If you’re like most people, you have a checking account and a savings account. But do you know the difference between them? The answer may surprise you: not much. There is a slight difference between a checking account vs savings account. But they both serve similar purposes, and they can work together to help you meet your financial goals.
In this article, They’ll explain how checking and savings accounts operate differently, how they’re similar, what types of people might benefit from one or both types of accounts—and which type of account might be right for you specifically!
Checking and savings accounts are similar
- Both checking and savings accounts are insured by the Federal Deposit Insurance Corporation (FDIC), which means that your money is guaranteed for up to $250,000 per account holder.
- You can write checks from both checking and savings accounts.
- The minimum deposit requirement for a checking or savings account is usually $100, but this number varies depending on the bank or credit union you choose as your financial institution.
- Checking accounts have higher interest rates than savings because they’re riskier investments for banks (you might withdraw your money at any time). However, consider setting up automatic monthly transfers from your checking account into a high-yield savings option like an online CD or money market fund. In that case, you can earn more while still having easy access to your funds when necessary.
A checking account is more liquid than a savings account
A checking account is much more liquid than a savings account. Liquidity refers to the ability to quickly convert an asset into cash, so it can be used for something else. When you have money in your checking account, you can quickly and easily withdraw it as cash whenever you need it. With a savings account, however, until the bank makes its money available through checks or debit card transactions (which usually takes several days), your money will just sit there until then.

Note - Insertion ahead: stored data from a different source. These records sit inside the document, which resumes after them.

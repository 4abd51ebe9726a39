//! The value grid: the distance table as shaded cells, darker for longer. Beyond 60 stops a cell
//! holds the mean of a block. The pointer or the arrow keys show the value of a cell.

use record::message::InstanceReport;
use report::number::short;
use wasm_bindgen::JsCast;
use web_sys::{CanvasRenderingContext2d, HtmlCanvasElement};
use yew::prelude::*;

use crate::browser::size::use_width;
use crate::state::pointer::Shared;

/// Cells along a side, at most.
const MOST: usize = 60;

#[derive(Properties, PartialEq)]
pub(crate) struct GridProps {
    pub(crate) report: Shared<InstanceReport>,
}

/// Means of blocks of the table.
#[derive(Debug, PartialEq)]
struct Cells {
    /// Stops along a side of a block.
    block: usize,
    side: usize,
    means: Vec<Option<f64>>,
    greatest: f64,
}

impl Cells {
    fn of(report: &InstanceReport) -> Self {
        let stops = report.stops.len();
        let block = stops.div_ceil(MOST).max(1);
        let side = stops.div_ceil(block);
        let mut means = Vec::with_capacity(side * side);
        for row in 0..side {
            for column in 0..side {
                means.push(mean(report, block, row, column));
            }
        }
        let greatest = means.iter().flatten().fold(0.0, |a: f64, &b| if b > a { b } else { a });
        Self { block, side, means, greatest }
    }

    /// What a cell says: from, to, value.
    fn words(&self, report: &InstanceReport, row: usize, column: usize) -> String {
        let name = |cell: usize| {
            let (first, last) = (cell * self.block, (cell + 1) * self.block - 1);
            let label = |stop: usize| report.stops.get(stop).map_or("", |stop| stop.label.as_str());
            let last = last.min(report.stops.len().saturating_sub(1));
            if first == last {
                label(first).to_owned()
            } else {
                format!("{} to {}", label(first), label(last))
            }
        };
        let value = self.means.get(row * self.side + column).copied().flatten();
        let value =
            value.map_or_else(|| "no drive".to_owned(), |value| short(value) + &unit(report));
        let mean = if self.block > 1 { "mean " } else { "" };
        format!("{} → {}: {mean}{value}", name(row), name(column))
    }
}

fn unit(report: &InstanceReport) -> String {
    if report.unit.is_empty() { String::new() } else { format!(" {}", report.unit) }
}

fn mean(report: &InstanceReport, block: usize, row: usize, column: usize) -> Option<f64> {
    let stops = report.stops.len();
    let (mut sum, mut count) = (0.0, 0_u32);
    for from in row * block..((row + 1) * block).min(stops) {
        for to in column * block..((column + 1) * block).min(stops) {
            if let Some(value) = report.matrix.get(from * stops + to).copied().flatten() {
                sum += value;
                count += 1;
            }
        }
    }
    (count > 0).then(|| sum / f64::from(count))
}

/// The grid.
#[component]
pub(crate) fn Grid(props: &GridProps) -> Html {
    let (frame, canvas) = (use_node_ref(), use_node_ref());
    let width = use_width(&frame);
    let cursor = use_state_eq(|| None::<(usize, usize)>);
    let cells = use_memo(props.report.clone(), |report| Cells::of(report));
    let size = if width < 380.0 { width } else { 380.0 };
    let chosen = *cursor;
    {
        let (canvas, cells) = (canvas.clone(), cells.clone());
        use_effect_with((props.report.clone(), size as u32, chosen), move |_| {
            if let Some(canvas) = canvas.cast::<HtmlCanvasElement>() {
                draw(&canvas, &cells, size, chosen);
            }
        });
    }
    let side = cells.side;
    let point = {
        let cursor = cursor.setter();
        Callback::from(move |event: MouseEvent| {
            let cell = |at: i32| (f64::from(at) / size * side as f64) as usize;
            let (row, column) = (cell(event.offset_y()), cell(event.offset_x()));
            cursor.set(Some((row.min(side - 1), column.min(side - 1))));
        })
    };
    let onkeydown = {
        let cursor = cursor.setter();
        Callback::from(move |event: KeyboardEvent| {
            if let Some(next) = moved(chosen, &event.key(), side) {
                event.prevent_default();
                cursor.set(Some(next));
            }
        })
    };
    let words = chosen.map_or_else(
        || "Point at a cell, or use the arrow keys.".to_owned(),
        |(row, column)| cells.words(&props.report, row, column),
    );
    html! {
        <div class="grid" ref={frame}>
            if width > 0.0 && side > 0 {
                <canvas
                    ref={canvas} tabindex="0" role="application" data-testid="grid"
                    aria-label="Values by pair of stops; rows from, columns to; arrow keys move"
                    onmousemove={point.clone()} onclick={point} {onkeydown}
                />
            }
            <p class="soft" aria-live="polite" data-testid="grid-value">{ words }</p>
        </div>
    }
}

/// The cell an arrow key leads to.
fn moved(from: Option<(usize, usize)>, key: &str, side: usize) -> Option<(usize, usize)> {
    let last = side.checked_sub(1)?;
    let Some((row, column)) = from else {
        return key.starts_with("Arrow").then_some((0, 0));
    };
    match key {
        "ArrowUp" => Some((row.saturating_sub(1), column)),
        "ArrowDown" => Some(((row + 1).min(last), column)),
        "ArrowLeft" => Some((row, column.saturating_sub(1))),
        "ArrowRight" => Some((row, (column + 1).min(last))),
        _ => None,
    }
}

fn draw(canvas: &HtmlCanvasElement, cells: &Cells, size: f64, chosen: Option<(usize, usize)>) {
    let ratio = gloo_utils::window().device_pixel_ratio();
    canvas.set_width((size * ratio) as u32);
    canvas.set_height((size * ratio) as u32);
    let context = canvas.get_context("2d").ok().flatten();
    let Some(context) = context.and_then(|c| c.dyn_into::<CanvasRenderingContext2d>().ok()) else {
        return;
    };
    let ink = crate::view::paint::colour(canvas, "--ink");
    context.set_fill_style_str(&ink);
    let step = size * ratio / cells.side as f64;
    let edge = |cell: usize| (cell as f64 * step).round();
    for (index, mean) in cells.means.iter().enumerate() {
        let Some(mean) = mean else { continue };
        let (row, column) = (index / cells.side, index % cells.side);
        let share = if cells.greatest > 0.0 { mean / cells.greatest } else { 0.0 };
        context.set_global_alpha(0.05 + 0.8 * share);
        let (x, y) = (edge(column), edge(row));
        context.fill_rect(x, y, edge(column + 1) - x - 1.0, edge(row + 1) - y - 1.0);
    }
    if let Some((row, column)) = chosen {
        context.set_global_alpha(1.0);
        context.set_stroke_style_str(&crate::view::paint::colour(canvas, "--focus"));
        context.set_line_width(2.0 * ratio);
        context.stroke_rect(edge(column), edge(row), step, step);
    }
}

#[cfg(test)]
mod tests {
    use super::*;
    use record::message::Stop;

    fn report(stops: usize) -> InstanceReport {
        let stop =
            |index: usize| Stop { label: format!("s{index}"), x: 0.0, y: 0.0, mark: String::new() };
        let matrix = (0..stops * stops)
            .map(|cell| (cell / stops != cell % stops).then_some((cell % stops) as f64))
            .collect();
        InstanceReport {
            stops: (0..stops).map(stop).collect(),
            matrix,
            ..InstanceReport::default()
        }
    }

    #[test]
    fn a_small_table_is_shown_cell_by_cell() {
        let report = report(3);
        let cells = Cells::of(&report);
        assert_eq!((cells.side, cells.block, cells.greatest), (3, 1, 2.0));
        assert_eq!(cells.words(&report, 0, 2), "s0 → s2: 2");
        assert_eq!(cells.words(&report, 1, 1), "s1 → s1: no drive");
    }

    #[test]
    fn a_large_table_is_shown_by_means() {
        let report = report(130);
        let cells = Cells::of(&report);
        assert_eq!((cells.side, cells.block), (44, 3));
        assert_eq!(cells.words(&report, 0, 1), "s0 to s2 → s3 to s5: mean 4");
    }

    #[test]
    fn arrow_keys_stay_on_the_grid() {
        assert_eq!(moved(None, "ArrowUp", 3), Some((0, 0)));
        assert_eq!(moved(Some((0, 0)), "ArrowLeft", 3), Some((0, 0)));
        assert_eq!(moved(Some((2, 2)), "ArrowDown", 3), Some((2, 2)));
        assert_eq!(moved(Some((1, 1)), "Enter", 3), None);
    }
}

Lantern by SoFi experts says, “Allow you to make any number of deposits and withdrawals every month.”
Savings accounts can help you meet short-term financial goals
A savings account might be your best bet if you’re saving for a car, vacation or house. Savings accounts are ideal for short-term financial goals like these because they don’t have many restrictions on how you can use the money. You can withdraw funds at any time without penalty and almost all banks offer ATM access to easily get cash at any hour of the day or night.
Many people who use a checking account also have a savings account
Many people who use a checking account also have a savings account. The difference between the two is that money in your checking account can be easily accessed and used, while money in your savings account is left alone until you’re ready for it.
Even though most of you earn interest on your checking accounts, it’s still better to keep some cash in a savings account as an emergency fund—money that won’t be spent but will be there if something unexpected happens.
As you can see, there are many things to consider when choosing the best account for your needs. Generally, it’s best to have a checking and savings account. That way, you can make sure not to put all your eggs into one basket and spread out all your funds so that if one gets compromised, it won’t be as devastating as it would be if everything were in just one place.